= WORK ORDER =
Transcribe the entries exactly as each line appears.

= RECORDS SUPPLIED =
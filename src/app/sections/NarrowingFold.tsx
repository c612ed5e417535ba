import { useEffect } from "react";
import { labelOf } from "../../core/catalogue.ts";
import type { Narrowing } from "../../core/decayArgument.ts";
import { bare } from "../../core/quantity.ts";
import { unitOf } from "../../core/unitText.ts";
import { gainText, narrowingSentences } from "../../export/sentences/narrowingSentences.ts";
import { arguedOf } from "../../figures/arguedOf.ts";
import { formatDigits, formatPosition, withUnit } from "../../figures/formatNumber.ts";
import type { CaseView } from "../session/caseView.ts";
import { CaseMark } from "./CaseMark.tsx";
import { Definition } from "./Definition.tsx";
import { DrawnFold } from "./DrawnFold.tsx";
import { NumberButton } from "./NumberButton.tsx";
import { SaidSentences } from "./SaidSentences.tsx";
import { SymbolText } from "./SymbolText.tsx";
import { TableScroll } from "./TableScroll.tsx";

const kinds = { station: "one more station", record: "a record twice as long" } as const;

/** What one more measurement would do to the intervals of n and x0; while it is open the ruler marks the places. */
export function NarrowingFold({
  cases,
  onMarks,
}: {
  cases: readonly CaseView[];
  onMarks: (shown: boolean) => void;
}) {
  const planned = cases.filter((view) => plansOf(view).length > 0);
  if (planned.length === 0) return null;
  return (
    <DrawnFold name="What would narrow the intervals" fact="one more station, or a longer record">
      {() => <Plans cases={planned} onMarks={onMarks} />}
    </DrawnFold>
  );
}

function Plans({ cases, onMarks }: { cases: readonly CaseView[]; onMarks: (shown: boolean) => void }) {
  useEffect(() => {
    onMarks(true);
    return () => onMarks(false);
  }, [onMarks]);
  const { along, units } = cases[0];
  const unit = unitOf(along === "t" ? "T" : "L", units);
  return (
    <>
      <SaidSentences sentences={narrowingSentences(cases)} />
      <TableScroll label="What would narrow the intervals">
        <table className="data dense">
          <thead>
            <tr>
              <th scope="col" className="text">
                Measurement
              </th>
              <th scope="col">
                <i className="sym">{along ?? "x"}</i>
                {unit !== "" && ` (${unit})`}
              </th>
              {(["n", "x0"] as const).map((key) => (
                <th scope="col" key={key}>
                  <Definition of="narrowing">
                    interval of{" "}
                    <SymbolText runs={labelOf(key === "x0" && along === "t" ? "t0" : key).symbol} /> narrower
                    by
                  </Definition>
                </th>
              ))}
            </tr>
          </thead>
          {cases.map((view) => (
            <tbody key={view.id}>
              <tr>
                <th scope="rowgroup" colSpan={4}>
                  <CaseMark mark={view.mark} /> {view.name}
                </th>
              </tr>
              {shownPlans(plansOf(view)).map((plan) => (
                <PlanRow view={view} plan={plan} key={`${plan.kind} ${plan.x}`} />
              ))}
            </tbody>
          ))}
        </table>
      </TableScroll>
      <p className="small-print">
        With the law as found; a new station measured as well as its neighbours. On the ruler: + one more
        station, ▽ the record to be doubled.
      </p>
    </>
  );
}

function plansOf(view: CaseView): readonly Narrowing[] {
  return arguedOf(view)?.argument.narrowing ?? [];
}

/** Of each kind: the best for n and x0 together, for n, and for x0; once where they are the same. */
function shownPlans(plans: readonly Narrowing[]): readonly Narrowing[] {
  const best = (["station", "record"] as const).flatMap((kind) => {
    const those = plans.filter((plan) => plan.kind === kind);
    return [
      (plan: Narrowing) => plan.n * plan.x0,
      (plan: Narrowing) => plan.n,
      (plan: Narrowing) => plan.x0,
    ].flatMap((width) => [...those].sort((a, b) => width(a) - width(b)).slice(0, 1));
  });
  return [...new Set(best)];
}

function PlanRow({ view, plan }: { view: CaseView; plan: Narrowing }) {
  const unit = unitOf(view.along === "t" ? "T" : "L", view.units);
  const place = formatPosition(plan.x);
  const gain = (key: "n" | "x0") => (
    <td>
      <NumberButton
        of="narrowing"
        quantity={bare(plan[key], "it follows from the law as found")}
        at={{
          kind: "page",
          view,
          shown: formatDigits(plan[key], 3),
          rows: [
            ["measurement", `${kinds[plan.kind]} at ${withUnit(place, unit)}`],
            ["interval", `none: the law is taken as found`],
          ],
        }}
      >
        {gainText(plan[key])}
      </NumberButton>
    </td>
  );
  return (
    <tr>
      <th scope="row" className="text">
        {kinds[plan.kind]}
      </th>
      <td>{place}</td>
      {gain("n")}
      {gain("x0")}
    </tr>
  );
}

= RESPONSE TO THE EXERCISE =
filename src/app/sections/NarrowingFold.tsx
repository c612ed5e417535ba
import { useEffect } from "react";
import { labelOf } from "../../core/catalogue.ts";
import type { Narrowing } from "../../core/decayArgument.ts";
import { bare } from "../../core/quantity.ts";
import { unitOf } from "../../core/unitText.ts";
import { gainText, narrowingSentences } from "../../export/sentences/narrowingSentences.ts";
import { arguedOf } from "../../figures/arguedOf.ts";
import { formatDigits, formatPosition, withUnit } from "../../figures/formatNumber.ts";
import type { CaseView } from "../session/caseView.ts";
import { CaseMark } from "./CaseMark.tsx";
import { Definition } from "./Definition.tsx";
import { DrawnFold } from "./DrawnFold.tsx";
import { NumberButton } from "./NumberButton.tsx";
import { SaidSentences } from "./SaidSentences.tsx";
import { SymbolText } from "./SymbolText.tsx";
import { TableScroll } from "./TableScroll.tsx";

const kinds = { station: "one more station", record: "a record twice as long" } as const;

/** What one more measurement would do to the intervals of n and x0; while it is open the ruler marks the places. */
export function NarrowingFold({
  cases,
  onMarks,
}: {
  cases: readonly CaseView[];
  onMarks: (shown: boolean) => void;
}) {
  const planned = cases.filter((view) => plansOf(view).length > 0);
  if (planned.length === 0) return null;
  return (
    <DrawnFold name="What would narrow the intervals" fact="one more station, or a longer record">
      {() => <Plans cases={planned} onMarks={onMarks} />}
    </DrawnFold>
  );
}

function Plans({ cases, onMarks }: { cases: readonly CaseView[]; onMarks: (shown: boolean) => void }) {
  useEffect(() => {
    onMarks(true);
    return () => onMarks(false);
  }, [onMarks]);
  const { along, units } = cases[0];
  const unit = unitOf(along === "t" ? "T" : "L", units);
  return (
    <>
      <SaidSentences sentences={narrowingSentences(cases)} />
      <TableScroll label="What would narrow the intervals">
        <table className="data dense">
          <thead>
            <tr>
              <th scope="col" className="text">
                Measurement
              </th>
              <th scope="col">
                <i className="sym">{along ?? "x"}</i>
                {unit !== "" && ` (${unit})`}
              </th>
              {(["n", "x0"] as const).map((key) => (
                <th scope="col" key={key}>
                  <Definition of="narrowing">
                    interval of{" "}
                    <SymbolText runs={labelOf(key === "x0" && along === "t" ? "t0" : key).symbol} /> narrower
                    by
                  </Definition>
                </th>
              ))}
            </tr>
          </thead>
          {cases.map((view) => (
            <tbody key={view.id}>
              <tr>
                <th scope="rowgroup" colSpan={4}>
                  <CaseMark mark={view.mark} /> {view.name}
                </th>
              </tr>
              {shownPlans(plansOf(view)).map((plan) => (
                <PlanRow view={view} plan={plan} key={`${plan.kind} ${plan.x}`} />
              ))}
            </tbody>
          ))}
        </table>
      </TableScroll>
      <p className="small-print">
        With the law as found; a new station measured as well as its neighbours. On the ruler: + one more
        station, ▽ the record to be doubled.
      </p>
    </>
  );
}

function plansOf(view: CaseView): readonly Narrowing[] {
  return arguedOf(view)?.argument.narrowing ?? [];
}

/** Of each kind: the best for n and x0 together, for n, and for x0; once where they are the same. */
function shownPlans(plans: readonly Narrowing[]): readonly Narrowing[] {
  const best = (["station", "record"] as const).flatMap((kind) => {
    const those = plans.filter((plan) => plan.kind === kind);
    return [
      (plan: Narrowing) => plan.n * plan.x0,
      (plan: Narrowing) => plan.n,
      (plan: Narrowing) => plan.x0,
    ].flatMap((width) => [...those].sort((a, b) => width(a) - width(b)).slice(0, 1));
  });
  return [...new Set(best)];
}

function PlanRow({ view, plan }: { view: CaseView; plan: Narrowing }) {
  const unit = unitOf(view.along === "t" ? "T" : "L", view.units);
  const place = formatPosition(plan.x);
  const gain = (key: "n" | "x0") => (
    <td>
      <NumberButton
        of="narrowing"
        quantity={bare(plan[key], "it follows from the law as found")}
        at={{
          kind: "page",
          view,
          shown: formatDigits(plan[key], 3),
          rows: [
            ["measurement", `${kinds[plan.kind]} at ${withUnit(place, unit)}`],
            ["interval", `none: the law is taken as found`],
          ],
        }}
      >
        {gainText(plan[key])}
      </NumberButton>
    </td>
  );
  return (
    <tr>
      <th scope="row" className="text">
        {kinds[plan.kind]}
      </th>
      <td>{place}</td>
      {gain("n")}
      {gain("x0")}
    </tr>
  );
}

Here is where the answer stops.